** Material for this task follows **
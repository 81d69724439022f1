import type { BuildDetail, CaptureDto, CheckResultDto, VerdictDto } from '@earmark/contracts';
import { XMLParser } from 'fast-xml-parser';
import { describe, expect, it } from 'vitest';
import { renderJunit } from '../src/services/junit-report.js';

/** renderJunit: what a CI system's test-report feature reads, parsed back as such a tool would. */

const check = (over: Partial<CheckResultDto> & { id: string }): CheckResultDto => ({
  kind: 'level',
  label: null,
  pass: true,
  measured: -12,
  limit: -10,
  margin: 2,
  unit: 'dBFS',
  worstHz: null,
  waiver: null,
  ...over,
});
const verdict = (outcome: VerdictDto['outcome'], checks: CheckResultDto[], reason: string | null = null): VerdictDto => ({
  outcome,
  reason,
  engineVersion: '9.9.9',
  maskRevisionId: 'rev-1',
  maskRevision: 1,
  createdAt: '2026-12-01T10:00:00.000Z',
  checks,
});
let n = 0;
const capture = (testCase: string, status: CaptureDto['status'], v: VerdictDto | null, target = 'evt2-48k'): CaptureDto => ({
  id: `cap-${++n}`,
  projectKey: 'kestrel-buds',
  buildSha: 'a1b2c3d4e5',
  testCase,
  target,
  status,
  sha256: '0'.repeat(64),
  sizeBytes: 1,
  sampleRate: 48000,
  channels: 1,
  frames: 1,
  createdAt: '2026-12-01T09:59:00.000Z',
  purgedAt: null,
  verdict: v,
  links: { self: '', build: '', dashboard: '' },
});
const build = (captures: CaptureDto[]): BuildDetail => ({
  id: 'b-1',
  projectKey: 'kestrel-buds',
  sha: 'a1b2c3d4e5',
  label: null,
  branch: 'main',
  pipelineUrl: null,
  status: 'pass',
  createdAt: '2026-12-01T09:58:00.000Z',
  captureCount: captures.length,
  counts: { pass: 0, fail: 0, error: 0, pending: 0 },
  captures,
  links: { self: '', junit: '', dashboard: '' },
});

interface Property {
  '@_name': string;
  '@_value': string;
}
interface Case {
  '@_classname': string;
  '@_name': string;
  failure?: unknown;
  error?: { '@_message'?: string; '@_type'?: string };
  skipped?: unknown;
  properties?: { property: Property | Property[] };
}
interface Suite {
  '@_name': string;
  '@_tests': string;
  '@_failures': string;
  '@_errors': string;
  '@_skipped': string;
  testcase: Case | Case[];
}

function parse(xml: string): { root: Record<string, string>; suites: Suite[] } {
  const parsed = new XMLParser({ ignoreAttributes: false }).parse(xml) as { testsuites: Record<string, string> & { testsuite: Suite | Suite[] } };
  return { root: parsed.testsuites, suites: [parsed.testsuites.testsuite].flat() };
}
const casesOf = (suite: Suite): Case[] => [suite.testcase].flat();
const propertiesOf = (c: Case): Record<string, string> => Object.fromEntries([c.properties?.property ?? []].flat().map((p) => [p['@_name'], p['@_value']]));

describe('renderJunit', () => {
  it('an error verdict is an <error>, a failing check a <failure>, and the counts follow', () => {
    const xml = renderJunit(
      build([
        capture('eq.music.sweep', 'done', verdict('fail', [check({ id: 'response', pass: false, margin: -1.2, measured: 2.7, limit: 1.5, unit: 'dB', worstHz: 8020, kind: 'magnitude-envelope' }), check({ id: 'level' })])),
        capture('voice.uplink.sweep', 'error', verdict('error', [], 'No approved mask is in force for test case voice.uplink.sweep on target evt2-48k.')),
      ]),
    );
    const { root, suites } = parse(xml);
    expect(suites).toHaveLength(1);
    const [suite] = suites;
    expect([suite!['@_tests'], suite!['@_failures'], suite!['@_errors']]).toEqual(['3', '1', '1']);
    expect([root['@_tests'], root['@_failures'], root['@_errors']]).toEqual(['3', '1', '1']);
    const cases = casesOf(suite!);
    const response = cases.find((c) => c['@_name'] === 'response')!;
    expect(response['@_classname']).toBe('kestrel-buds.eq.music.sweep');
    expect(JSON.stringify(response.failure)).toContain('magnitude-envelope: measured 2.70 dB, limit 1.50 dB, margin \u22121.20 dB at 8.02 kHz');
    expect(response.error).toBeUndefined();
    const errored = cases.find((c) => c['@_classname'] === 'kestrel-buds.voice.uplink.sweep')!;
    expect(errored['@_name']).toBe('verdict');
    expect(errored.error?.['@_message']).toBe('No approved mask is in force for test case voice.uplink.sweep on target evt2-48k.');
    expect(errored.failure).toBeUndefined();
  });

  it('a failing check covered by an approved waiver passes with an earmark.waiver property, not a <failure>', () => {
    const waived = check({ id: 'loudness', pass: false, margin: -0.4, waived: true, waiver: { id: 'w-7', until: '2027-01-15T00:00:00.000Z' } });
    const xml = renderJunit(build([capture('level.tone.997', 'done', { ...verdict('pass', [waived, check({ id: 'thd' })], 'passed with waiver: loudness'), waiver: { id: 'w-7', until: '2027-01-15T00:00:00.000Z' } })]));
    const [suite] = parse(xml).suites;
    expect([suite!['@_tests'], suite!['@_failures'], suite!['@_errors']]).toEqual(['2', '0', '0']);
    const loudness = casesOf(suite!).find((c) => c['@_name'] === 'loudness')!;
    expect(loudness.failure).toBeUndefined();
    expect(propertiesOf(loudness)).toMatchObject({ 'earmark.waiver': 'passed with waiver, until 2027-01-15', 'earmark.waiverId': 'w-7' });
    expect(propertiesOf(casesOf(suite!).find((c) => c['@_name'] === 'thd')!)['earmark.waiver']).toBeUndefined();
  });

  it('a waiver covers only its own check: the other failing check of the capture still fails', () => {
    const waived = check({ id: 'loudness', pass: false, waived: true, waiver: { id: 'w-7', until: '2027-01-15T00:00:00.000Z' } });
    const xml = renderJunit(build([capture('level.tone.997', 'done', verdict('fail', [waived, check({ id: 'dc', pass: false, kind: 'integrity' })]))]));
    const [suite] = parse(xml).suites;
    expect([suite!['@_tests'], suite!['@_failures'], suite!['@_errors']]).toEqual(['2', '1', '0']);
    const cases = casesOf(suite!);
    expect(cases.find((c) => c['@_name'] === 'loudness')!.failure).toBeUndefined();
    expect(cases.find((c) => c['@_name'] === 'dc')!.failure).toBeDefined();
  });

  it('a capture whose analysis broke without a verdict is an <error>; one still waiting is skipped', () => {
    const xml = renderJunit(build([capture('noise.idle', 'error', null), capture('eq.music.sweep', 'queued', null)]));
    const [suite] = parse(xml).suites;
    expect([suite!['@_tests'], suite!['@_failures'], suite!['@_errors'], suite!['@_skipped']]).toEqual(['2', '0', '1', '1']);
    const cases = casesOf(suite!);
    expect(cases.find((c) => c['@_classname'] === 'kestrel-buds.noise.idle')!.error?.['@_message']).toBe('The capture could not be analysed.');
    expect(cases.find((c) => c['@_classname'] === 'kestrel-buds.eq.music.sweep')!.skipped).toBeDefined();
  });
});

describe('renderJunit never says less than the verdict', () => {
  it('a fail verdict that no unwaived failing check explains still counts one <failure>', () => {
    const xml = renderJunit(build([capture('eq.music.sweep', 'done', verdict('fail', [], 'Out of tolerance.')), capture('noise.idle', 'done', verdict('fail', [check({ id: 'dc' })], 'Out of tolerance.'))]));
    const [suite] = parse(xml).suites;
    expect([suite!['@_tests'], suite!['@_failures'], suite!['@_errors']]).toEqual(['3', '2', '0']);
    expect(casesOf(suite!).filter((c) => c['@_name'] === 'verdict' && c.failure)).toHaveLength(2);
  });
});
** End of Material for this task **
- [Your instructions]: Throughout the data above, copy all lines where the word "status" is found.

- [Task result]:
const capture = (testCase: string, status: CaptureDto['status'], v: VerdictDto | null, target = 'evt2-48k'): CaptureDto => ({
  status,
  status: 'pass',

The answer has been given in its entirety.